As far as the Appassionato speakers, I actually kind of like the white because they are different although they probably won't match very well in a vehicle. So the fact that they come in black is a plus. After immediately hearing this comp set I thought that they had a bunch of fun factor. They can get loud cleanly while maintaining composure. For the bottom of the lineup they have exceptional detail. I felt the tweeter was smooth and really pleasant to listen to. Yes maybe they lacked some midbass but regardless they were very accurate.

As for the Maestoso T series. Words cannot describe some of the magic I heard. What stood out to me was the upper midrange detail. I have not heard this level of midrange detail out of a 6.5" speaker ever. The lower midbass was very very real and clean sounding. Specifically, finger picks on a bass guitar and the resonance sound of the string was as real as a bass player sitting next to me with his guitar. I can't imagine it getting better than what I heard. I felt the tweeter was a tad hot on axis for MY liking, but that can be easily resolved. They seemed that they would be easy to tune and had great sparkle and detail. cymbals sounded like cymbals, acoustic guitars sounded like acoustic guitars and they blended together nicely. Very natural reproduction again with a great level of detail. 

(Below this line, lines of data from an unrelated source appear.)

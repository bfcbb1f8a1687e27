namespace FinWatch.Server.Infrastructure;

public static class HostExtensions
{
    /// <summary>
    /// What every feature stands on: the listen address, the API's JSON and problem answers with OpenAPI and health,
    /// telemetry, and the database.
    /// </summary>
    public static WebApplicationBuilder AddFinWatchHost(this WebApplicationBuilder builder) =>
        builder.UseDefaultListenAddress().AddFinWatchApiDefaults().AddFinWatchTelemetry().AddFinWatchData();
}
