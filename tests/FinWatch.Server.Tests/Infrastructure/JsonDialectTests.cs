using System.Net;
using System.Net.Http.Json;
using System.Text.Json;
using System.Text.RegularExpressions;
using FinWatch.Testing;

namespace FinWatch.Server.Tests.Infrastructure;

/// <summary>
/// One JSON dialect for the whole API: field names, map keys, enum values and query and path parameters are snake_case
/// in every answer and request, and the OpenAPI document names them as the endpoints write them.
/// </summary>
public sealed partial class JsonDialectTests : IntegrationTest
{
    private const string Series = "product=TP-TRI&step=FIN-PROFILE&parameter=top_width_nm";

    [GeneratedRegex("^[a-z][a-z0-9]*(_[a-z0-9]+)*$")]
    private static partial Regex SnakeCase();

    private async Task SeedAsync()
    {
        var rows = Enumerable.Range(0, 12).SelectMany(l =>
            SiteRow.Wafers($"J{l:00}", 2, 5, new DateTimeOffset(2026, 11, 1, 0, 0, 0, TimeSpan.Zero).AddHours(l)));
        (await PostCsvAsync(SiteRow.Csv(rows))).EnsureSuccessStatusCode();
    }

    private static void AssertSnakeCase(IEnumerable<(string Where, string Name)> names)
    {
        var bad = names.Where(n => !SnakeCase().IsMatch(n.Name)).Select(n => $"{n.Where}: {n.Name}").Distinct().ToList();
        Assert.True(bad.Count == 0, $"{bad.Count} names are not snake_case:\n{string.Join("\n", bad)}");
    }

    [Fact]
    public async Task OpenApi_EverySchemaPropertyAndParameter_IsSnakeCase()
    {
        var document = await ReadJsonAsync(await Client.GetAsync("/openapi/v1.json"));
        var names = new List<(string Where, string Name)>();
        var schemas = document.GetProperty("components").GetProperty("schemas").EnumerateObject().ToList();
        foreach (var schema in schemas)
        {
            SchemaNames(schema.Value, $"schema {schema.Name}", names);
        }

        foreach (var path in document.GetProperty("paths").EnumerateObject())
        {
            foreach (var operation in path.Value.EnumerateObject().Where(o => o.Value.ValueKind == JsonValueKind.Object))
            {
                var where = $"{operation.Name.ToUpperInvariant()} {path.Name}";
                var parameters = operation.Value.TryGetProperty("parameters", out var list) ? list.EnumerateArray().ToList() : [];
                foreach (var p in parameters.Where(p => p.GetProperty("in").GetString() is "query" or "path"))
                {
                    names.Add(($"{where} {p.GetProperty("in").GetString()} parameter", p.GetProperty("name").GetString()!));
                }

                foreach (var body in Contents(operation.Value))
                {
                    SchemaNames(body, $"{where} body", names);
                }
            }
        }

        // The walk reaches fields, nested parts, enum values and the parameters of paths and queries.
        Assert.Subset(names.Select(n => n.Name).ToHashSet(),
            new HashSet<string> { "beyond_limits_primary", "delta_vt_lin_mv", "previous_seven_days", "no_trend", "code", "after_seq", "measurement_sd_mv" });
        AssertSnakeCase(names);
    }

    [Fact]
    public async Task SeriesAndSeriesChart_NameTheSameFieldsAlike()
    {
        await SeedAsync();
        var series = await ReadJsonAsync(await Client.GetAsync($"/api/series?{Series}&level=site"));
        var chart = await ReadJsonAsync(await Client.GetAsync(
            $"/api/series/chart?{Series}&level=site&rules=WE1,N3&ewma_lambda=0.2&ewma_l=3&cusum_k=0.5&cusum_h=4"));

        // A chart point says what a series point says about the same site (measured_at, lot_id, wafer_slot, site_id, …),
        // and the chart's context repeats the series' product, step, parameter and unit, under the same names.
        Assert.Subset(Names(series.GetProperty("points")[0]), Names(chart.GetProperty("points")[0]));
        Assert.Subset(Names(series), Names(chart.GetProperty("context")));
        Assert.Equal(series.GetProperty("points")[0].GetProperty("lot_id").GetString(), chart.GetProperty("points")[0].GetProperty("lot_id").GetString());
        AssertSnakeCase(AnswerNames(series, "/api/series").Concat(AnswerNames(chart, "/api/series/chart")));
    }

    [Fact]
    public async Task OpenApi_NamesWhatTheEndpointsWrite()
    {
        await SeedAsync();
        var document = await ReadJsonAsync(await Client.GetAsync("/openapi/v1.json"));
        var schemas = document.GetProperty("components").GetProperty("schemas");
        ISet<string> Properties(string schema) => Names(schemas.GetProperty(schema).GetProperty("properties"));

        var series = await ReadJsonAsync(await Client.GetAsync($"/api/series?{Series}&level=site"));
        var chart = await ReadJsonAsync(await Client.GetAsync($"/api/series/chart?{Series}&level=site"));
        var forecast = await ReadJsonAsync(await Client.GetAsync($"/api/series/forecast?{Series}"));
        AssertSameNames(Properties("SeriesPoint"), Names(series.GetProperty("points")[0]));
        AssertSameNames(Properties("StoredPoint"), Names(chart.GetProperty("points")[0]));
        AssertSameNames(Properties("ChartResponse"), Names(chart.GetProperty("analysis").GetProperty("chart")));
        AssertSameNames(Properties("ForecastResponse"), Names(forecast.GetProperty("in_lots")));

        // Enum values, too, come from the endpoints' converter.
        var statuses = schemas.GetProperty("DriftForecastStatus").GetProperty("enum").EnumerateArray().Select(e => e.GetString()).ToList();
        Assert.Contains(forecast.GetProperty("in_lots").GetProperty("status").GetString(), statuses);
        Assert.Contains("not_approaching_any_limit", statuses);
        Assert.Contains(chart.GetProperty("analysis").GetProperty("chart").GetProperty("limits_source").GetString(),
            schemas.GetProperty("LimitSource").GetProperty("enum").EnumerateArray().Select(e => e.GetString()));
    }

    [Fact]
    public async Task Answers_FieldsAndMapKeys_AreSnakeCase()
    {
        var analysis = await Client.PostAsJsonAsync("/api/spc/analyses", new
        {
            values = new[] { 49.6, 47.6, 49.9, 51.3, 47.8, 51.2, 52.6, 52.4, 53.6, 52.1 },
            rules = new[] { "westernElectric", "N3" },
            ewma = new { lambda = 0.2, l = 3.0 },
            cusum = new { k = 0.5, h = 4.0, head_start = 1.0 },
            capability = new { lsl = 44.0, usl = 58.0 },
            percentile_capability = new { lsl = 44.0, usl = 58.0 },
            normality = true,
        });
        var arl = await Client.PostAsJsonAsync("/api/spc/arl", new
        {
            shifts = new[] { 0.0, 1.0 },
            shewhart = new[] { 3.0 },
            cusum = new[] { new { k = 0.5, h = 4.0, head_start = 2.0 } },
            ewma = new[] { new { lambda = 0.1, l = 2.814 } },
            rules = new[] { "WE1", "WE2" },
        });
        var evaluate = await Client.PostAsJsonAsync("/api/model/evaluate", new
        {
            top_width_nm = 6.0, bottom_width_nm = 10.0, height_nm = 42.0, corner_radius_nm = 2.0, eot_nm = 0.9, gate_length_nm = 20.0,
        });
        var constants = await Client.GetAsync("/api/spc/constants");
        var answers = new[] { ("POST /api/spc/analyses", analysis), ("POST /api/spc/arl", arl), ("POST /api/model/evaluate", evaluate), ("GET /api/spc/constants", constants) };
        var names = new List<(string Where, string Name)>();
        foreach (var (where, response) in answers)
        {
            Assert.True(response.StatusCode == HttpStatusCode.OK, $"{where}: {(int)response.StatusCode} {await response.Content.ReadAsStringAsync()}");
            names.AddRange(AnswerNames(await ReadJsonAsync(response), where));
        }

        AssertSnakeCase(names);
        var a = await ReadJsonAsync(analysis);
        Assert.Equal(["we1", "we2", "we3", "we4", "n3"], a.GetProperty("rules").GetProperty("flags").EnumerateObject().Select(p => p.Name));
        Assert.Equal(["cp", "cpk", "pp", "ppk"], a.GetProperty("capability").GetProperty("ci").EnumerateObject().Select(p => p.Name));
        Assert.Equal(["k", "h", "head_start"], (await ReadJsonAsync(arl)).GetProperty("cusum")[0].GetProperty("design").EnumerateObject().Select(p => p.Name));

        // d2 and D2 (d3 and D3) differ only in case: every symbol keeps a key of its own.
        var row = (await ReadJsonAsync(constants)).GetProperty("table")[0].EnumerateObject().Select(p => p.Name).ToList();
        Assert.Equal(14, row.Distinct().Count());
        Assert.Equal(row.Count, row.Distinct().Count());
    }

    private static void AssertSameNames(ISet<string> documented, ISet<string> written) =>
        Assert.True(documented.SetEquals(written), $"documented: {string.Join(", ", documented.Order())}\nwritten: {string.Join(", ", written.Order())}");

    private static HashSet<string> Names(JsonElement element) => [.. element.EnumerateObject().Select(p => p.Name)];

    /// <summary>Every property name of an answer, at any depth, map keys included.</summary>
    private static IEnumerable<(string Where, string Name)> AnswerNames(JsonElement element, string where) => element.ValueKind switch
    {
        JsonValueKind.Object => element.EnumerateObject().SelectMany(p => AnswerNames(p.Value, $"{where}.{p.Name}").Prepend((where, p.Name))),
        JsonValueKind.Array => element.EnumerateArray().SelectMany(e => AnswerNames(e, $"{where}[]")),
        _ => [],
    };

    /// <summary>The schemas of an operation's request body and answers.</summary>
    private static IEnumerable<JsonElement> Contents(JsonElement operation)
    {
        var holders = new List<JsonElement>();
        if (operation.TryGetProperty("requestBody", out var body))
        {
            holders.Add(body);
        }

        if (operation.TryGetProperty("responses", out var responses))
        {
            holders.AddRange(responses.EnumerateObject().Select(r => r.Value));
        }

        return holders.Where(h => h.TryGetProperty("content", out _))
            .SelectMany(h => h.GetProperty("content").EnumerateObject())
            .Where(m => m.Value.TryGetProperty("schema", out _))
            .Select(m => m.Value.GetProperty("schema"));
    }

    /// <summary>The property names and enum values of a schema and of the schemas inside it.</summary>
    private static void SchemaNames(JsonElement schema, string where, List<(string Where, string Name)> names)
    {
        if (schema.ValueKind != JsonValueKind.Object)
        {
            return;
        }

        if (schema.TryGetProperty("properties", out var properties))
        {
            foreach (var p in properties.EnumerateObject())
            {
                names.Add((where, p.Name));
                SchemaNames(p.Value, $"{where}.{p.Name}", names);
            }
        }

        if (schema.TryGetProperty("enum", out var values))
        {
            names.AddRange(values.EnumerateArray().Where(v => v.ValueKind == JsonValueKind.String).Select(v => ($"{where} enum value", v.GetString()!)));
        }

        foreach (var inner in new[] { "items", "additionalProperties", "not" })
        {
            if (schema.TryGetProperty(inner, out var child))
            {
                SchemaNames(child, $"{where} {inner}", names);
            }
        }

        foreach (var combined in new[] { "allOf", "oneOf", "anyOf" })
        {
            if (schema.TryGetProperty(combined, out var list))
            {
                foreach (var child in list.EnumerateArray())
                {
                    SchemaNames(child, $"{where} {combined}", names);
                }
            }
        }
    }
}
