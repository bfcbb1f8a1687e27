using System.Data.Common;
using Microsoft.EntityFrameworkCore.Diagnostics;

namespace FinWatch.Data;

/// <summary>
/// Per-connection SQLite settings : wait for a busy writer instead of failing at once,
/// enforce foreign keys, use synchronous=NORMAL (durable in WAL mode across process crashes), and cut the write-ahead
/// log back to 64 MB after a large batch has been checkpointed.
/// </summary>
public sealed class SqliteConnectionSetup : DbConnectionInterceptor
{
    public const string Pragmas = "PRAGMA busy_timeout=10000; PRAGMA foreign_keys=ON; PRAGMA synchronous=NORMAL; PRAGMA journal_size_limit=67108864;";

    public override void ConnectionOpened(DbConnection connection, ConnectionEndEventData eventData) => Apply(connection);

    public override async Task ConnectionOpenedAsync(DbConnection connection, ConnectionEndEventData eventData, CancellationToken cancellationToken = default)
    {
        using var cmd = connection.CreateCommand();
        cmd.CommandText = Pragmas;
        await cmd.ExecuteNonQueryAsync(cancellationToken);
    }

    private static void Apply(DbConnection connection)
    {
        using var cmd = connection.CreateCommand();
        cmd.CommandText = Pragmas;
        cmd.ExecuteNonQuery();
    }
}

I really really really enjoyed listening to them. Even a bad recording sounded good on these speakers. If I had the money they would be in my car. In fact, in a completely blind test I chose these as a dedicated midrange over another high end midrange driver, the Dynaudio 15w something or another which itself is a FANTASTIC driver. So hopefully that tells you something about the quality of these speakers. 


As of now the only thing I can say negatively about them is that again, it would be a big shame to install these in a car where they won't be seen, including the crossover. They are just too pretty to look at. 

I also got to hear the tiny midrange drivers. They seemed to have a nice passband and yes they extended quite low for their size. I agree with Jerry that they probably should be crossed at 250hz or higher unless you only listen at quiet volumes. They extended low but will hit xmax at loud volumes with a low crossover point so be smart with the crossover. And by low I mean 150hz or so. They could be a great midrange driver in a car for two reasons, #1 super small and easy to install, #2 had good detail with a very usable passband. It shouldn't be hard to run a midbass up these and make them blend well. 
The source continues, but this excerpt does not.